Learning without a Master

How the absence of a guide opened a unique path for me with the kora

KORA

Jérôme De Cuyper

10/10/20252 min read

A kora with sheet music
A kora with sheet music

I discovered the kora almost by accident, thanks to a Senegalese friend I met again in France. He gave me the chance to start on a traditional 21-string model, with wooden tuning keys. The first time I touched the instrument, something awakened in me: a fascination, a call.

At first, I fumbled. I learned by copying, or with the help of a small software called Jaliya, which offered a few tablatures. I played “Jarabi” by Toumani Diabaté, the essential piece that almost every beginner kora player goes through. But soon, frustration grew: I felt the kora had so much more to offer, and I was thirsty to discover its secrets.

Like many, I would have liked to have a master. Someone to open the doors to the repertoire, to transmit the subtle gestures and nuances. But I couldn’t afford it. I felt that lack deeply: like being alone in front of an immense ocean, with a fragile boat and no compass.

Rather than giving up, I chose to turn this solitude into a driving force. I told myself, “If I cannot enter this tradition through the main door, perhaps it’s because I must forge my own path.
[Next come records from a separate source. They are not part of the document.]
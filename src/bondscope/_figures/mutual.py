"""Mutual-information figure: the matrix I(i, j), its decay I(r) with the fit, and s_i."""

from pathlib import Path

import numpy as np

from .._docs import filled
from .._document import parse_log_base
from .._options import ProfileOptions
from .._text import entropy_unit
from ._names import figure_text
from ._style import COLOUR_MAP, COLOURS, FAINT, INK, marker_size, new_figure, style

__all__ = ["mutual_figure", "one_result"]


def one_result(sources, options, profiling, settings):
    """The MutualInformation of the single source a site-resolved figure draws."""
    from .._analyses.mutual import as_mutual

    if isinstance(sources, (list, tuple)):
        if len(sources) != 1:
            raise ValueError(f"this figure draws one state; found {len(sources)} sources")
        sources = sources[0]
    return as_mutual(sources, ProfileOptions.from_kwargs(options, **profiling), **settings)


def _fit_curves(ax, decay):
    if not decay.get("window"):
        return
    x = np.linspace(*decay["window"], 200)
    looks = (("exponential", "correlation_length", COLOURS[1], "--"),
             ("power_law", "exponent", COLOURS[2], ":"))
    for key, param, colour, dash in looks:
        fit = decay.get(key)
        if not fit or fit.get(param) is None:
            continue
        if key == "exponential":
            y, text = fit["amplitude"] * np.exp(-x / fit[param]), f"exp, ξ = {fit[param]:.3g}"
        else:
            y, text = fit["amplitude"] * x ** -fit[param], f"power, η = {fit[param]:.3g}"
        chosen = decay["law"].replace(" ", "_") == key
        ax.plot(x, y, dash, color=colour, linewidth=1.6 if chosen else 1.0,
                label=text + (" (preferred)" if chosen else ""))


@filled
def mutual_figure(sources, *, select=0.1, title=None, options=None, **profiling):
    """I(i, j) as a map, its mean over pairs at distance r with the fits, and s_i per site.

    Parameters
    ----------
    sources : source
        One MutualInformation, its document or saved .json, or a checkpoint
        (computed with the profiling options, ``parity`` among them).
    select : float
        Selection threshold (fraction of the largest s_i), marked on the s_i panel.
    title : str, optional
    %(profiling)s

    %(figure_returns)s

    Notes
    -----
    Distances whose I(r) is at or below ten floors are drawn hollow: they are
    not resolved and are left out of the fit (see
    :func:`bondscope._analyses.decay.fit_decay`).
    """
    res = one_result(sources, options, profiling, {"select": select, "reorder": False})
    unit = entropy_unit(parse_log_base(res.log_base))
    n = res.sites
    with style():
        fig = new_figure(9.6, 4.4)
        grid = fig.add_gridspec(2, 2, width_ratios=(1.0, 1.15))
        ax_map = fig.add_subplot(grid[:, 0])
        ax_r, ax_s = fig.add_subplot(grid[0, 1]), fig.add_subplot(grid[1, 1])
        ax_map.grid(False)
        edges = np.arange(n + 1) + 0.5
        image = ax_map.pcolormesh(edges, edges, res.matrix, cmap=COLOUR_MAP, vmin=0.0)
        ax_map.set_aspect("equal")
        ax_map.invert_yaxis()
        ax_map.set_xlabel("site j")
        ax_map.set_ylabel("site i")
        bar = fig.colorbar(image, ax=ax_map, pad=0.02, shrink=0.85)
        bar.set_label(f"I(i, j) [{unit}]")
        rows = res.distances
        r = np.array([row["distance"] for row in rows], dtype=float)
        mean = np.array([row["mean"] for row in rows])
        resolved = mean > 10 * np.array([row["floor"] for row in rows])
        size = marker_size(len(r))
        ax_r.plot(r[resolved], mean[resolved], "o", color=COLOURS[0], markersize=size,
                  label="mean over pairs")
        if (~resolved).any():
            ax_r.plot(r[~resolved], np.maximum(mean[~resolved], 1e-300), "o",
                      markerfacecolor="none", color=FAINT, markersize=size,
                      label="below 10 floors")
        _fit_curves(ax_r, res.decay)
        if resolved.any():
            ax_r.set_yscale("log")
        ax_r.set_xlabel("distance r = |i - j|")
        ax_r.set_ylabel(f"I(r) [{unit}]")
        ax_r.set_title(f"Decay: {res.decay['law']}", loc="left")
        ax_r.legend(fontsize=7.5)
        sites = np.arange(1, n + 1)
        s = np.asarray(res.site_entropies)
        ax_s.plot(sites, s, "-", color=COLOURS[0], marker="s", markersize=size, label="s_i")
        chosen = np.array(res.selection["sites"], dtype=int)
        if chosen.size:
            ax_s.plot(chosen, s[chosen - 1], "o", markerfacecolor="none", color=COLOURS[1],
                      markersize=size + 3, label="selected")
        ax_s.axhline(res.selection["threshold"], color=INK, linestyle=":", linewidth=0.9,
                     label=f"{res.selection['threshold_fraction']:g} × max")
        ax_s.set_xlabel("site i")
        ax_s.set_ylabel(f"s_i [{unit}]")
        ax_s.xaxis.get_major_locator().set_params(integer=True)
        ax_s.legend(fontsize=7.5)
        kind = "fermionic" if res.parity else "site"
        name = figure_text(Path(res.source.split(":")[0]).name + res.source[
            len(res.source.split(":")[0]):])
        text = f"{kind.capitalize()} mutual information, {name}" \
            if title is None else title
        if text:
            fig.suptitle(text, x=0.01, ha="left", fontweight="bold", fontsize=10)
        return fig


# the figure this kind draws (bondscope._figures._kinds)
DRAW = mutual_figure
After all, I wasn’t born a griot; my white skin places me outside this heritage… maybe that’s exactly where my difference lies, and what I have to express.”

I then turned toward new horizons: Western music, tunes from the diatonic accordion, and my own compositions. I also built my first 32-string kora to expand my sonic possibilities. From that period emerged my first album, La valse de ma kora — a kind of travel diary in which I was slowly discovering my own path.

Gradually, I learned to make these two worlds converse: to keep the essence of traditional playing while opening it to my own way of thinking about music. To invent a hybrid language, one deeply my own.

Looking back now, I realize that not having a master was a true opportunity. Lack, after all, always fuels creativity. With no model to follow, I had to invent my own path. And this style, which is mine, makes no claim to belong to a tradition I didn’t grow up in; it simply seeks to engage in dialogue with it.